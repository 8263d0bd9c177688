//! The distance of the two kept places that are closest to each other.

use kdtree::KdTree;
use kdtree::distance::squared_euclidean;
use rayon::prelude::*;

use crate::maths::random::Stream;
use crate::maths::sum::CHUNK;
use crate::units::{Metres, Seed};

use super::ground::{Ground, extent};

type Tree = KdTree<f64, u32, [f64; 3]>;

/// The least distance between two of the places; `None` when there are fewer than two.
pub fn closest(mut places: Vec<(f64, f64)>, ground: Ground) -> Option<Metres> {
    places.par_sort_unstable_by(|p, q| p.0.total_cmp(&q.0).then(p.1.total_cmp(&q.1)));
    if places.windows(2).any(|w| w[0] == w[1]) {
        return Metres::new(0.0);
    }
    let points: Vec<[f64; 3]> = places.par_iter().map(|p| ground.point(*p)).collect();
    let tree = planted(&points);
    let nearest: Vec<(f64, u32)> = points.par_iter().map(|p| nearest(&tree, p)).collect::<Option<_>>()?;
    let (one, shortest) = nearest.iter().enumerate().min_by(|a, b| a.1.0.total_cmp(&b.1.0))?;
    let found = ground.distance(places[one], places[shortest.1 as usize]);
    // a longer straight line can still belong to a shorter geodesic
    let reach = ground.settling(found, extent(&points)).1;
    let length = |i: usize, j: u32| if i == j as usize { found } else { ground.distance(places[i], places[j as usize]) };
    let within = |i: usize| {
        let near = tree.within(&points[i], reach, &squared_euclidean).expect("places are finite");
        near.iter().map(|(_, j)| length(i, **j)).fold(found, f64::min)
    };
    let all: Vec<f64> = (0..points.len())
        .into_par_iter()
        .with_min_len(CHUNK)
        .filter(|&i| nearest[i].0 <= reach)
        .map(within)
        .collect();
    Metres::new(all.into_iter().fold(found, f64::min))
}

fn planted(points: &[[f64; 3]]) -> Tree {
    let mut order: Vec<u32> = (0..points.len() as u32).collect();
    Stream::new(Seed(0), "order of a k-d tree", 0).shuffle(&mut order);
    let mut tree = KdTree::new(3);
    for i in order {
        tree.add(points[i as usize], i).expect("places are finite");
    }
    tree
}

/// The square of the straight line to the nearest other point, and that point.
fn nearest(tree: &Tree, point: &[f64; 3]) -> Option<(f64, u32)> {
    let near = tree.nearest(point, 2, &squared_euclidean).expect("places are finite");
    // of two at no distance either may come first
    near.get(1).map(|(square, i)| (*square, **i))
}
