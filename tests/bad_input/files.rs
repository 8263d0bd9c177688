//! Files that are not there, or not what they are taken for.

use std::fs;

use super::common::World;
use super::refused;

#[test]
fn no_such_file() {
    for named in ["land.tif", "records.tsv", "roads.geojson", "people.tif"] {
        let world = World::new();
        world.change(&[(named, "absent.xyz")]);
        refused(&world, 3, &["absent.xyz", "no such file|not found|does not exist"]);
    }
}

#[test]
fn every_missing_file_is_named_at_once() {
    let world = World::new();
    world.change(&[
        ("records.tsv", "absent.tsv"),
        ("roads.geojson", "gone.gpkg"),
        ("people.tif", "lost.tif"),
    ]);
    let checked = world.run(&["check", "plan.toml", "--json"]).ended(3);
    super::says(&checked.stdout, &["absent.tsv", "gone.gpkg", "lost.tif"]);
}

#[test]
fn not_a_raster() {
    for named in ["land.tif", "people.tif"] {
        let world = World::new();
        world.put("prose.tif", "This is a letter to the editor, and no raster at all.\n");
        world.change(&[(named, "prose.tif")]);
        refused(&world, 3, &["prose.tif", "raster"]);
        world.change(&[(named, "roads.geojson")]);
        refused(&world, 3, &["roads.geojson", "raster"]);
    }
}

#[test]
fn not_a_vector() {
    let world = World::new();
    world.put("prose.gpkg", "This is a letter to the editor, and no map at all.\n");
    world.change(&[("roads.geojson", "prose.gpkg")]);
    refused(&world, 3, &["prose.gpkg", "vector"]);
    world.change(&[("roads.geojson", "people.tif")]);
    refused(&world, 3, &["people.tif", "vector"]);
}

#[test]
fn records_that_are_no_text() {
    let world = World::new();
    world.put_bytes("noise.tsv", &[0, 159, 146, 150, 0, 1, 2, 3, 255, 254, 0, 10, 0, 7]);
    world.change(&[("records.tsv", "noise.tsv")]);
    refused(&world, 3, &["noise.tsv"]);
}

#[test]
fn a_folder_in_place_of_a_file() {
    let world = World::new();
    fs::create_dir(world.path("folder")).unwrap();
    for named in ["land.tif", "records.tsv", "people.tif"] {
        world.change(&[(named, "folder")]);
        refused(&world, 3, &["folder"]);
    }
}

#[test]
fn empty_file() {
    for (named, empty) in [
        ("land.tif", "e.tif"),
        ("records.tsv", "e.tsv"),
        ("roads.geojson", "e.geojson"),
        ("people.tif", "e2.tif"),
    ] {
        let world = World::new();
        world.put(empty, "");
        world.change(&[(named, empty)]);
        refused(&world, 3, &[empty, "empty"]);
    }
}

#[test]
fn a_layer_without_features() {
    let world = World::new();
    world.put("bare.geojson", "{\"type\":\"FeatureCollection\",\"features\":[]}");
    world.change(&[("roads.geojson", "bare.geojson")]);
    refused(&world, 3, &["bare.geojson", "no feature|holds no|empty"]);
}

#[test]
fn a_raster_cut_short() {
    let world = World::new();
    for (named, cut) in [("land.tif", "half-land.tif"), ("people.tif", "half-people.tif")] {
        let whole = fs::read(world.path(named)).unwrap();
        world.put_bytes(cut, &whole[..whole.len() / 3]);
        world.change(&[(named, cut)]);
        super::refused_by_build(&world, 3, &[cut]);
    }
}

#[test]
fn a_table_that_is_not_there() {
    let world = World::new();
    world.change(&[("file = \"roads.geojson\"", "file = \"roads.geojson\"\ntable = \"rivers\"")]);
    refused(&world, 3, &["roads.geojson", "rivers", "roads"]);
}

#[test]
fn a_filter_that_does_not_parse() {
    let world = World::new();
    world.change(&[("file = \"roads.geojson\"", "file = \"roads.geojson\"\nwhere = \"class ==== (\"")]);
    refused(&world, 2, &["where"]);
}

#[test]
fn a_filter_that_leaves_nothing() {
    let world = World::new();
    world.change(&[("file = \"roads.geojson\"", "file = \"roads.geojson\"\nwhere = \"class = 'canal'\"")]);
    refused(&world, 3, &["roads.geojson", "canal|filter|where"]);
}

▬▬▬

What you will do: An exact, complete copy of the lines above from the one with "use crate::maths::sum::CHUNK;" through the one with "fewer than two." is the whole answer.

Completed task:
use crate::maths::sum::CHUNK;
use crate::units::{Metres, Seed};

use super::ground::{Ground, extent};

type Tree = KdTree<f64, u32, [f64; 3]>;

/// The least distance between two of the places; `None` when there are fewer than two.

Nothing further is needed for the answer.